WHAT IS NEEDED ▸
Return, exactly and in full, the lines of the records below starting at the one with "type: 'session', id" and ending at the one with "const input = await", and no other lines.

DATA EXCERPTS ▸

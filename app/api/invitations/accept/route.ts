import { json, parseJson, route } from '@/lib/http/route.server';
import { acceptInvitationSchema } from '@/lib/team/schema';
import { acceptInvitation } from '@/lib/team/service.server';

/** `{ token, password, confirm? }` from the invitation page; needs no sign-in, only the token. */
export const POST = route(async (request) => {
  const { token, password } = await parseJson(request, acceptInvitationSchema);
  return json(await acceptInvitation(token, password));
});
==
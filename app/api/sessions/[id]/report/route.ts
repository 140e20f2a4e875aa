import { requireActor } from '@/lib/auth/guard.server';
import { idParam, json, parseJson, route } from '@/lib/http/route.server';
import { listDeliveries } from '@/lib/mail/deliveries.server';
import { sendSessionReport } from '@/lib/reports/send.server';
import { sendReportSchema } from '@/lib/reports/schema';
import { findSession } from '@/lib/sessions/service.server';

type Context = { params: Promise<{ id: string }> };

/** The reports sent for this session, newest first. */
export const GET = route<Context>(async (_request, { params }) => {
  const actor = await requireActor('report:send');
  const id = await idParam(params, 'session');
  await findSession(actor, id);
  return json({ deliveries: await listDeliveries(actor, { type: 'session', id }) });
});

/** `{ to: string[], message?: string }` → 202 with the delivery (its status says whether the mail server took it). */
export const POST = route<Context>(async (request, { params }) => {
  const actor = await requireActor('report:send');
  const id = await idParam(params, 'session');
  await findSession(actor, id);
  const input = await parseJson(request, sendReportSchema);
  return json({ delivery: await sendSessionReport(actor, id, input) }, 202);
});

OUTPUT FOR THIS TASK ▸
  return json({ deliveries: await listDeliveries(actor, { type: 'session', id }) });
});

/** `{ to: string[], message?: string }` → 202 with the delivery (its status says whether the mail server took it). */
export const POST = route<Context>(async (request, { params }) => {
  const actor = await requireActor('report:send');
  const id = await idParam(params, 'session');
  await findSession(actor, id);
  const input = await parseJson(request, sendReportSchema);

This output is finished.